def test_broken_circuits_fail_the_structural_checks(tmp_path):
    """Hand-broken circuits: a sum over different scopes is not smooth; a product of two leaves
    on one variable is not decomposable; the list of tractable kinds shrinks accordingly."""
    d = s_circuit_dict()
    d["nodes"][6]["children"] = ["pa", "b1"]               # scopes {X1,X2} vs {X1}
    p1 = tmp_path / "nonsmooth.json"
    p1.write_text(json.dumps(d))
    c1 = load_circuit(p1)
    assert not is_smooth(c1) and is_decomposable(c1)
    d = s_circuit_dict()
    d["nodes"][4]["children"] = ["a1", "b1"]               # X1 twice under one product
    d["nodes"][5]["children"] = ["a2", "b2"]
    p2 = tmp_path / "nondecomposable.json"
    p2.write_text(json.dumps(d))
    c2 = load_circuit(p2)
    assert not is_decomposable(c2)
    assert not is_smooth(c2)                               # the sum now mixes {X1} and {X2}
    f = CircuitFamily()
    inst = f.load(p2)
    assert f.tractable_queries(inst) == ["likelihood"]
    a = f.answer(inst, Query(level=A, target=(("X1", 1),)), method="exact")
    assert not a.is_exact


# -- compilation against pgmpy ---------------------------------------------------------------------
def to_pgmpy(net: DiscreteNetwork):
    from pgmpy.factors.discrete import TabularCPD
    from pgmpy.models import DiscreteBayesianNetwork
    model = DiscreteBayesianNetwork([(p, v) for v in net.variables for p in net.parents[v]])
    model.add_nodes_from(net.variables)
    for v in net.variables:
        ps = list(net.parents[v])
        table = np.asarray(net.cpts[v]).reshape(net.card(v), -1)
        model.add_cpds(TabularCPD(v, net.card(v), table, evidence=ps or None,
                                  evidence_card=[net.card(p) for p in ps] or None,
                                  state_names={u: list(net.states[u]) for u in [v] + ps}))
    return model


def pgmpy_probability(model, net, target, evidence) -> float:
    from pgmpy.inference import VariableElimination
    ve = VariableElimination(model)
    ev = {v: net.states[v][x] for v, x in evidence.items()}
    q = ve.query(list(target), evidence=ev or None, joint=True, show_progress=False)
    return float(q.get_value(**{v: net.states[v][x] for v, x in target.items()}))


def burglary() -> DiscreteNetwork:
    """Russell & Norvig, AIMA 3rd ed., Fig. 14.2 (REFERENCES.md)."""
    T = ("0", "1")
    a = np.array([[[.999, .71], [.06, .05]], [[.001, .29], [.94, .95]]])
    return DiscreteNetwork(
        variables=("B", "E", "A", "J", "M"), states={v: T for v in "BEAJM"},
        parents={"B": (), "E": (), "A": ("B", "E"), "J": ("A",), "M": ("A",)},
        cpts={"B": np.array([.999, .001]), "E": np.array([.998, .002]), "A": a,
              "J": np.array([[.95, .1], [.05, .9]]), "M": np.array([[.99, .3], [.01, .7]])},
        name="burglary")


def compiled_instance(net: DiscreteNetwork, **kw) -> CircuitInstance:
    cc = compile_network(net, **kw)
    return CircuitInstance(size=Size(len(net.variables), 2), topology="file", seed=0,
                           name=net.name, circuit=cc.circuit, source="bayesnet", compiled=cc)


def test_compiled_burglary_matches_book_and_pgmpy():
    """AIMA Fig. 14.2 values from REFERENCES.md (P(B|j,m)=0.284172, P(J|b)=0.849017,
    P(j,m,a,~b,~e)=0.00062811) and pgmpy's VariableElimination on the same network."""
    net = burglary()
    inst = compiled_instance(net)
    f = CircuitFamily()
    ans = lambda t, e=(), kind="probability": f.answer(  # noqa: E731
        inst, Query(level=A, target=t, evidence=e, kind=kind), method="exact").value
    assert ans((("B", 1),), (("J", 1), ("M", 1))) == pytest.approx(0.284172, abs=1e-6)
    assert ans((("J", 1),), (("B", 1),)) == pytest.approx(0.849017, abs=1e-6)
    full = (("B", 0), ("E", 0), ("A", 1), ("J", 1), ("M", 1))
    assert np.exp(ans(full, kind="likelihood")) == pytest.approx(0.00062811, abs=5e-9)
    model = to_pgmpy(net)
    for t, e in [({"B": 1}, {"J": 1, "M": 1}), ({"A": 1}, {}), ({"E": 1}, {"M": 0}),
                 ({"J": 1, "M": 0}, {"E": 1})]:
        mine = ans(tuple(t.items()), tuple(e.items()))
        assert mine == pytest.approx(pgmpy_probability(model, net, t, e), abs=1e-12)
    c = inst.circuit
    assert is_smooth(c) and is_decomposable(c) and determinism(c).is_deterministic
    assert f.tractable_queries(inst) == ["likelihood", "probability", "conditional", "mpe"]
    mpe = f.answer(inst, Query(level=A, target=(), evidence=(("J", 1),), kind="mpe"),
                   method="exact")
    assert mpe.is_exact and mpe.value == pytest.approx(
        f.reference(inst, Query(level=A, target=(), evidence=(("J", 1),), kind="mpe")), abs=1e-12)


def random_network(n: int, seed: int, max_parents: int = 2, max_card: int = 3) -> DiscreteNetwork:
    rng = np.random.default_rng(seed)
    names = tuple(f"V{i}" for i in range(n))
    cards = {v: int(rng.integers(2, max_card + 1)) for v in names}
    parents, cpts = {}, {}
    for i, v in enumerate(names):
        ps = tuple(sorted(rng.choice(i, size=min(i, int(rng.integers(0, max_parents + 1))),
                                     replace=False).tolist())) if i else ()
        parents[v] = tuple(names[j] for j in ps)
        shape = (cards[v],) + tuple(cards[p] for p in parents[v])
        t = rng.dirichlet(np.ones(cards[v]), size=int(np.prod(shape[1:], dtype=int))).T
        cpts[v] = t.reshape(shape)
    return DiscreteNetwork(variables=names, states={v: tuple(map(str, range(cards[v])))
                                                    for v in names},
                           parents=parents, cpts=cpts, name=f"random{seed}")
- - - -
Restate all of the entries above precisely.

def test_broken_circuits_fail_the_structural_checks(tmp_path):
    """Hand-broken circuits: a sum over different scopes is not smooth; a product of two leaves
    on one variable is not decomposable; the list of tractable kinds shrinks accordingly."""
    d = s_circuit_dict()
    d["nodes"][6]["children"] = ["pa", "b1"]               # scopes {X1,X2} vs {X1}
    p1 = tmp_path / "nonsmooth.json"
    p1.write_text(json.dumps(d))
    c1 = load_circuit(p1)
    assert not is_smooth(c1) and is_decomposable(c1)
    d = s_circuit_dict()
    d["nodes"][4]["children"] = ["a1", "b1"]               # X1 twice under one product
    d["nodes"][5]["children"] = ["a2", "b2"]
    p2 = tmp_path / "nondecomposable.json"
    p2.write_text(json.dumps(d))
    c2 = load_circuit(p2)
    assert not is_decomposable(c2)
    assert not is_smooth(c2)                               # the sum now mixes {X1} and {X2}
    f = CircuitFamily()
    inst = f.load(p2)
    assert f.tractable_queries(inst) == ["likelihood"]
    a = f.answer(inst, Query(level=A, target=(("X1", 1),)), method="exact")
    assert not a.is_exact


# -- compilation against pgmpy ---------------------------------------------------------------------
def to_pgmpy(net: DiscreteNetwork):
    from pgmpy.factors.discrete import TabularCPD
    from pgmpy.models import DiscreteBayesianNetwork
    model = DiscreteBayesianNetwork([(p, v) for v in net.variables for p in net.parents[v]])
    model.add_nodes_from(net.variables)
    for v in net.variables:
        ps = list(net.parents[v])
        table = np.asarray(net.cpts[v]).reshape(net.card(v), -1)
        model.add_cpds(TabularCPD(v, net.card(v), table, evidence=ps or None,
                                  evidence_card=[net.card(p) for p in ps] or None,
                                  state_names={u: list(net.states[u]) for u in [v] + ps}))
    return model


def pgmpy_probability(model, net, target, evidence) -> float:
    from pgmpy.inference import VariableElimination
    ve = VariableElimination(model)
    ev = {v: net.states[v][x] for v, x in evidence.items()}
    q = ve.query(list(target), evidence=ev or None, joint=True, show_progress=False)
    return float(q.get_value(**{v: net.states[v][x] for v, x in target.items()}))


def burglary() -> DiscreteNetwork:
    """Russell & Norvig, AIMA 3rd ed., Fig. 14.2 (REFERENCES.md)."""
    T = ("0", "1")
    a = np.array([[[.999, .71], [.06, .05]], [[.001, .29], [.94, .95]]])
    return DiscreteNetwork(
        variables=("B", "E", "A", "J", "M"), states={v: T for v in "BEAJM"},
        parents={"B": (), "E": (), "A": ("B", "E"), "J": ("A",), "M": ("A",)},
        cpts={"B": np.array([.999, .001]), "E": np.array([.998, .002]), "A": a,
              "J": np.array([[.95, .1], [.05, .9]]), "M": np.array([[.99, .3], [.01, .7]])},
        name="burglary")


def compiled_instance(net: DiscreteNetwork, **kw) -> CircuitInstance:
    cc = compile_network(net, **kw)
    return CircuitInstance(size=Size(len(net.variables), 2), topology="file", seed=0,
                           name=net.name, circuit=cc.circuit, source="bayesnet", compiled=cc)


def test_compiled_burglary_matches_book_and_pgmpy():
    """AIMA Fig. 14.2 values from REFERENCES.md (P(B|j,m)=0.284172, P(J|b)=0.849017,
    P(j,m,a,~b,~e)=0.00062811) and pgmpy's VariableElimination on the same network."""
    net = burglary()
    inst = compiled_instance(net)
    f = CircuitFamily()
    ans = lambda t, e=(), kind="probability": f.answer(  # noqa: E731
        inst, Query(level=A, target=t, evidence=e, kind=kind), method="exact").value
    assert ans((("B", 1),), (("J", 1), ("M", 1))) == pytest.approx(0.284172, abs=1e-6)
    assert ans((("J", 1),), (("B", 1),)) == pytest.approx(0.849017, abs=1e-6)
    full = (("B", 0), ("E", 0), ("A", 1), ("J", 1), ("M", 1))
    assert np.exp(ans(full, kind="likelihood")) == pytest.approx(0.00062811, abs=5e-9)
    model = to_pgmpy(net)
    for t, e in [({"B": 1}, {"J": 1, "M": 1}), ({"A": 1}, {}), ({"E": 1}, {"M": 0}),
                 ({"J": 1, "M": 0}, {"E": 1})]:
        mine = ans(tuple(t.items()), tuple(e.items()))
        assert mine == pytest.approx(pgmpy_probability(model, net, t, e), abs=1e-12)
    c = inst.circuit
    assert is_smooth(c) and is_decomposable(c) and determinism(c).is_deterministic
    assert f.tractable_queries(inst) == ["likelihood", "probability", "conditional", "mpe"]
    mpe = f.answer(inst, Query(level=A, target=(), evidence=(("J", 1),), kind="mpe"),
                   method="exact")
    assert mpe.is_exact and mpe.value == pytest.approx(
        f.reference(inst, Query(level=A, target=(), evidence=(("J", 1),), kind="mpe")), abs=1e-12)


def random_network(n: int, seed: int, max_parents: int = 2, max_card: int = 3) -> DiscreteNetwork:
    rng = np.random.default_rng(seed)
    names = tuple(f"V{i}" for i in range(n))
    cards = {v: int(rng.integers(2, max_card + 1)) for v in names}
    parents, cpts = {}, {}
    for i, v in enumerate(names):
        ps = tuple(sorted(rng.choice(i, size=min(i, int(rng.integers(0, max_parents + 1))),
                                     replace=False).tolist())) if i else ()
        parents[v] = tuple(names[j] for j in ps)
        shape = (cards[v],) + tuple(cards[p] for p in parents[v])
        t = rng.dirichlet(np.ones(cards[v]), size=int(np.prod(shape[1:], dtype=int))).T
        cpts[v] = t.reshape(shape)
    return DiscreteNetwork(variables=names, states={v: tuple(map(str, range(cards[v])))
                                                    for v in names},
                           parents=parents, cpts=cpts, name=f"random{seed}")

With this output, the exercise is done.